RECORD EXCERPTS —
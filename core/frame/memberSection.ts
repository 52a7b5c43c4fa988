import type { Member } from '../project/model.ts';
import { memberPlates } from './memberPlates.ts';

/** Of a member given by its outside size only: second moments in mm⁴, area in mm². */
export interface MemberSection {
  readonly area: number;
  /** Against motion along its depth. */
  readonly Imajor: number;
  /** Against motion along its width. */
  readonly Iminor: number;
  readonly J: number;
}

/** Stiffness of a member. */
export function memberSection(member: Member): MemberSection {
  const { depth: h, width: b } = member;
  const { flange, web } = memberPlates(member);
  switch (member.shape) {
    case 'I':
    case 'channel':
    case 'zed':
      return flanged(h, b, flange, web);
    case 'tube': {
      const t = web;
      const box = (x: number, y: number) => (x * y ** 3 - (x - 2 * t) * (y - 2 * t) ** 3) / 12;
      const around = 2 * (h + b - 2 * t);
      const enclosed = (h - t) * (b - t);
      return { area: around * t, Imajor: box(b, h), Iminor: box(h, b), J: (4 * enclosed ** 2 * t) / around };
    }
    default:
      return member.shape satisfies never;
  }
}

function flanged(h: number, b: number, tf: number, tw: number): MemberSection {
  const web = h - 2 * tf;
  return {
    area: 2 * b * tf + web * tw,
    Imajor: (b * h ** 3 - (b - tw) * web ** 3) / 12,
    Iminor: (2 * tf * b ** 3 + web * tw ** 3) / 12,
    J: (2 * b * tf ** 3 + web * tw ** 3) / 3,
  };
}
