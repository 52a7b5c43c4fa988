/** A bay as an elastic frame in space. N, mm, rad; global coordinates. */
import type { Vec3 } from '../geometry/vector.ts';
import type { BarId } from '../layout/model.ts';

/** A point of the frame with three displacements and three rotations. */
export interface FrameNode {
  readonly name: string;
  readonly at: Vec3;
  /** Displaces with this node: bolts tie displacements, not rotations. Its own index when it displaces for itself. */
  readonly movesWith: number;
  /** Fixed in place and against turning. */
  readonly fixed: boolean;
  /**
   * In which it is solved for; global when left out. Those of the plane that holds it keep what does not give apart from what does, so that
   * a plane that lies askew in space costs no digits.
   */
  readonly axes?: NodeAxes;
}

/** Three unit vectors square to each other. */
export type NodeAxes = readonly [Vec3, Vec3, Vec3];

/** A straight prismatic piece of a bar between two nodes. */
export interface FrameElement {
  readonly bar: BarId;
  readonly i: number;
  readonly j: number;
  readonly length: number;
  readonly direction: Vec3;
  /** Unit vectors square to the bar in which it bends independently, p × q along the bar; EI against motion along each, N·mm². */
  readonly p: Vec3;
  readonly q: Vec3;
  readonly EIp: number;
  readonly EIq: number;
  readonly EA: number;
  readonly GJ: number;
  /** Rotations let free at an end, by the axis of turning. */
  readonly releases: readonly Release[];
  /** Axial force it carries already, tension positive, N: stiffens or softens its bending. */
  readonly tension: number;
}

export interface Release {
  readonly end: 'i' | 'j';
  readonly about: Vec3;
}

/** A stiffness from a node to the ground, or to another node, in one direction. */
export interface FrameSpring {
  readonly node: number;
  readonly other: number | null;
  readonly kind: 'displacement' | 'rotation';
  readonly direction: Vec3;
  readonly stiffness: number;
}

export interface Frame {
  readonly nodes: readonly FrameNode[];
  readonly elements: readonly FrameElement[];
  readonly springs: readonly FrameSpring[];
  /** Where along each bar its nodes stand: from end i, mm, with the node. */
  readonly along: ReadonlyMap<BarId, readonly NodeAlong[]>;
}

export interface NodeAlong {
  readonly at: number;
  readonly node: number;
}

/** Displacement of a node: three displacements, mm, and three rotations, rad. */
export type NodeMotion = readonly [number, number, number, number, number, number];

/** A way the frame can move without resistance. */
export interface Mechanism {
  /** Nodes that move, the one that moves most first, with the direction of their displacement; largest displacement 1. */
  readonly moving: readonly { readonly node: number; readonly displacement: Vec3 }[];
  /** Bars with an end that moves. */
  readonly bars: readonly BarId[];
}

ABOUT THIS EXERCISE —
Reproduce verbatim only the segment of the listing bounded by the line containing "its bending. */" and the line containing "readonly other: number | null;", with both boundary lines included.

SOLUTION TO THE EXERCISE —
  /** Axial force it carries already, tension positive, N: stiffens or softens its bending. */
  readonly tension: number;
}

export interface Release {
  readonly end: 'i' | 'j';
  readonly about: Vec3;
}

/** A stiffness from a node to the ground, or to another node, in one direction. */
export interface FrameSpring {
  readonly node: number;
  readonly other: number | null;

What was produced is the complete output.